The answer must consist of every line from the entries that holds the word "fixed".
** Material provided follows **
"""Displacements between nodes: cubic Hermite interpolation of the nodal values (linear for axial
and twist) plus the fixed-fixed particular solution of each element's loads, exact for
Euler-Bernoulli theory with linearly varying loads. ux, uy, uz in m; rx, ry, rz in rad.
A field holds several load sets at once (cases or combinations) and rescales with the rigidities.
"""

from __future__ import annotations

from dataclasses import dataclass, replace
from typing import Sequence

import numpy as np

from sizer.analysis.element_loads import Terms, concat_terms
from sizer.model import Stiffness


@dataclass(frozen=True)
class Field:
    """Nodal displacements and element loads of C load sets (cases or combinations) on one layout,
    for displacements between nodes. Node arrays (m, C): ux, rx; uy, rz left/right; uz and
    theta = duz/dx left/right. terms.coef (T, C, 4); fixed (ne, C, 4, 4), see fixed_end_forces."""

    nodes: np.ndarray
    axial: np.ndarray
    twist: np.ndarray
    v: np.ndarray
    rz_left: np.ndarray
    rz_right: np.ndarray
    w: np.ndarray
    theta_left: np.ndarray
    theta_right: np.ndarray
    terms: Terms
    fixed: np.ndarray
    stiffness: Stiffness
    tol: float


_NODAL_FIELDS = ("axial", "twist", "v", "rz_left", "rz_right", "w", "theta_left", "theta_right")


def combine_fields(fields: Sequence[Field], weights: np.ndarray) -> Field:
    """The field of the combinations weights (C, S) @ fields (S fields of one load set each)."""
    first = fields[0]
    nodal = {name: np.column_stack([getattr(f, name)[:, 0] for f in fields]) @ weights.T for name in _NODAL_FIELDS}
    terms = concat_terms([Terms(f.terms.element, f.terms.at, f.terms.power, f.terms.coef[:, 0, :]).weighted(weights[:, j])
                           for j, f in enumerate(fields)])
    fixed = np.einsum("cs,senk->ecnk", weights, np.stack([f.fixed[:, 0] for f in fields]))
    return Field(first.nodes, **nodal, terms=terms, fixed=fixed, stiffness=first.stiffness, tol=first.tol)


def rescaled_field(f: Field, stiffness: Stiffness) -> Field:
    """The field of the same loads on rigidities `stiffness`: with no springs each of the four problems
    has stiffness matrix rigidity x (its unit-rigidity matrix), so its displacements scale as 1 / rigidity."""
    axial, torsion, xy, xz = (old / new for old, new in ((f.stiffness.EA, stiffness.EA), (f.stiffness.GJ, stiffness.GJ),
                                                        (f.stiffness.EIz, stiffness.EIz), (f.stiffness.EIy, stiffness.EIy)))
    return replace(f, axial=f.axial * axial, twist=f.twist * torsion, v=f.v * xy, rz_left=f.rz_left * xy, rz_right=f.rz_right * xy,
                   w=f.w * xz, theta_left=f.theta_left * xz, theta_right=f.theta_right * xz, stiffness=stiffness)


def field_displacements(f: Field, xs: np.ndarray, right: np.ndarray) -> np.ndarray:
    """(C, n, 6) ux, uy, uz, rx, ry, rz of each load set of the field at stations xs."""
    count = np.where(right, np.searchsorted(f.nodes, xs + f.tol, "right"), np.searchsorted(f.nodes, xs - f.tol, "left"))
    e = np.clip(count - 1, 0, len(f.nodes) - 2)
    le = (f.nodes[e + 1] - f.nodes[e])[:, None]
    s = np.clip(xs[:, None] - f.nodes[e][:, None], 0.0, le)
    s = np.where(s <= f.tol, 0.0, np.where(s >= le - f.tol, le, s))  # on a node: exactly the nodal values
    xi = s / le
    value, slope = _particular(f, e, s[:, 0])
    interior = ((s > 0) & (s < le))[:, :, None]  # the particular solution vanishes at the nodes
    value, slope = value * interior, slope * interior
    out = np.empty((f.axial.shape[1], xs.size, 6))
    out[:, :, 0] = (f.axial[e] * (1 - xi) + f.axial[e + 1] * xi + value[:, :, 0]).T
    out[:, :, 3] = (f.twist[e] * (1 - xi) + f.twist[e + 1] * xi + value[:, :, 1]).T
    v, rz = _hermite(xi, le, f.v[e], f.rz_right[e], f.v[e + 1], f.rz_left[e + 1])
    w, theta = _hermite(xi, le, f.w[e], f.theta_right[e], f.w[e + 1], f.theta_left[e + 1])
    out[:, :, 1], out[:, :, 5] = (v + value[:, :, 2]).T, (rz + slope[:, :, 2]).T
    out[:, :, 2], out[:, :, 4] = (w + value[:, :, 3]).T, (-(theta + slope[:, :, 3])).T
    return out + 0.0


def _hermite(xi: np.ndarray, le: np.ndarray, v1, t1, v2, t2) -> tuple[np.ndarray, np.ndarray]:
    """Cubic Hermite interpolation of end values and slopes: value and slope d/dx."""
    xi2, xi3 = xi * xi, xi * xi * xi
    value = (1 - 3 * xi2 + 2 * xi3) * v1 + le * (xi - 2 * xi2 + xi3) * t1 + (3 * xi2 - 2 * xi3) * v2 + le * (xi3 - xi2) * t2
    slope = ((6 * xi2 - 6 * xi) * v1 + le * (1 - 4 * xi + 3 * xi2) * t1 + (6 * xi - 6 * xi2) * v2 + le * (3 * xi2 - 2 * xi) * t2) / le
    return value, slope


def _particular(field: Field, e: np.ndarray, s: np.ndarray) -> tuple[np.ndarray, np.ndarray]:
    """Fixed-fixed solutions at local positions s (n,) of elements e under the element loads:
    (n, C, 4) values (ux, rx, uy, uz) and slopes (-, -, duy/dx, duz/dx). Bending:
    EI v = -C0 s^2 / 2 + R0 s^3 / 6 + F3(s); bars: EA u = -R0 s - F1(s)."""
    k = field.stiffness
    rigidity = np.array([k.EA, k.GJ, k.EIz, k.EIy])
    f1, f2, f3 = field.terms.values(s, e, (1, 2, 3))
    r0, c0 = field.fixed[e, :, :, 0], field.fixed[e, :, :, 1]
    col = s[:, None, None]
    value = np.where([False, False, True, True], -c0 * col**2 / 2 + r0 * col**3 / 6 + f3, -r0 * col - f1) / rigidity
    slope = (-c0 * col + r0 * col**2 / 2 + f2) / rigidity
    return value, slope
** End of Material provided **
## Written solution:
and twist) plus the fixed-fixed particular solution of each element's loads, exact for
    theta = duz/dx left/right. terms.coef (T, C, 4); fixed (ne, C, 4, 4), see fixed_end_forces."""
    fixed: np.ndarray
    fixed = np.einsum("cs,senk->ecnk", weights, np.stack([f.fixed[:, 0] for f in fields]))
    return Field(first.nodes, **nodal, terms=terms, fixed=fixed, stiffness=first.stiffness, tol=first.tol)
    """Fixed-fixed solutions at local positions s (n,) of elements e under the element loads:
    r0, c0 = field.fixed[e, :, :, 0], field.fixed[e, :, :, 1]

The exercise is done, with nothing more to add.